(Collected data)
==============================

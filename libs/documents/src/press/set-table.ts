import type { Cell, TableBlock, TableRow } from './blocks.js';
import type { Ink } from './inks.js';
import type { Mark } from './marks.js';
import { lineHeight, lineMarks } from './set-text.js';
import type { Slug } from './slug.js';
import type { Typeface } from './typeface.js';
import { type SetLine, wrapRuns } from './wrap-runs.js';

/** Fixed widths first, the rest by shares. Never less than nothing, whatever was asked for. */
export function columnWidths(columns: readonly { readonly share?: number; readonly widthPt?: number }[], widthPt: number, gutterPt: number): number[] {
  const free = widthPt - gutterPt * Math.max(columns.length - 1, 0);
  const fixed = columns.reduce((sum, column) => sum + (column.widthPt ?? 0), 0);
  const shares = columns.reduce((sum, column) => sum + (column.widthPt === undefined ? (column.share ?? 1) : 0), 0);
  const left = Math.max(free - fixed, 0);
  return columns.map((column) => column.widthPt ?? (shares > 0 ? (left * (column.share ?? 1)) / shares : 0));
}

interface PlacedCell {
  readonly x: number;
  readonly widthPt: number;
  readonly align: 'left' | 'right' | 'center';
  readonly lines: readonly SetLine[];
}

/** A row higher than this many lines is broken like running text. */
const UNBROKEN_LINES = 14;

/** The rows of a table, each a slug that knows the head to repeat. */
export function setTable(block: TableBlock, widthPt: number, typeface: Typeface): Slug[] {
  const gutterPt = block.gutterPt ?? 8;
  const paddingPt = block.paddingPt ?? 2.4;
  const widths = columnWidths(block.columns, widthPt, gutterPt);
  const left = widths.map((_, index) => widths.slice(0, index).reduce((sum, w) => sum + w + gutterPt, 0));

  const placed = (cells: readonly Cell[]): PlacedCell[] => {
    let index = 0;
    return cells.map((cell) => {
      const span = Math.max(cell.span ?? 1, 1);
      const last = Math.min(index + span, widths.length) - 1;
      const x = left[index] ?? 0;
      const width = Math.max((left[last] ?? 0) + (widths[last] ?? 0) - x, 1);
      const align = cell.align ?? block.columns[index]?.align ?? 'left';
      index += span;
      return { x, widthPt: width, align, lines: wrapRuns(cell.runs, block.sizePt, width, typeface) };
    });
  };

  const rowSlug = (cells: readonly PlacedCell[], lineAbove: Ink | null, thicknessPt: number, first: boolean, last: boolean): Slug => {
    const marks: Mark[] = [];
    if (lineAbove) marks.push({ kind: 'line', x: 0, y: 0, toX: widthPt, toY: 0, ink: lineAbove, thicknessPt });
    let heightPt = 0;
    for (const cell of cells) {
      let y = first ? paddingPt : 0;
      for (const line of cell.lines) {
        const height = lineHeight(line, block.sizePt);
        marks.push(...lineMarks(line, cell.x, y, cell.widthPt, height, cell.align));
        y += height;
      }
      heightPt = Math.max(heightPt, y + (last ? paddingPt : 0));
    }
    return { heightPt, marks };
  };

  const head = block.head ? { ...rowSlug(placed(block.head), null, 0, true, true), keepWithNext: true } : undefined;
  const slugs: Slug[] = head ? [head] : [];
  block.rows.forEach((row: TableRow, index) => {
    const cells = placed(row.cells);
    const most = cells.reduce((lines, cell) => Math.max(lines, cell.lines.length), 1);
    const above: Ink | null = row.bare ? null : row.heavy ? 'text' : index === 0 && head ? 'line' : index === 0 ? null : 'hair';
    for (let from = 0; from < most; from += UNBROKEN_LINES) {
      const part = cells.map((cell) => ({ ...cell, lines: cell.lines.slice(from, from + UNBROKEN_LINES) }));
      const last = from + UNBROKEN_LINES >= most;
      const slug = rowSlug(part, from === 0 ? above : null, row.heavy ? 0.9 : 0.5, from === 0, last);
      slugs.push({ ...slug, ...(head ? { head } : {}), keepWithNext: row.keepWithNext === true });
    }
  });
  return slugs;
}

==============================

If a line of the data above contains "columnWidths", copy it out.

▶ **Response to the task**
export function columnWidths(columns: readonly { readonly share?: number; readonly widthPt?: number }[], widthPt: number, gutterPt: number): number[] {
  const widths = columnWidths(block.columns, widthPt, gutterPt);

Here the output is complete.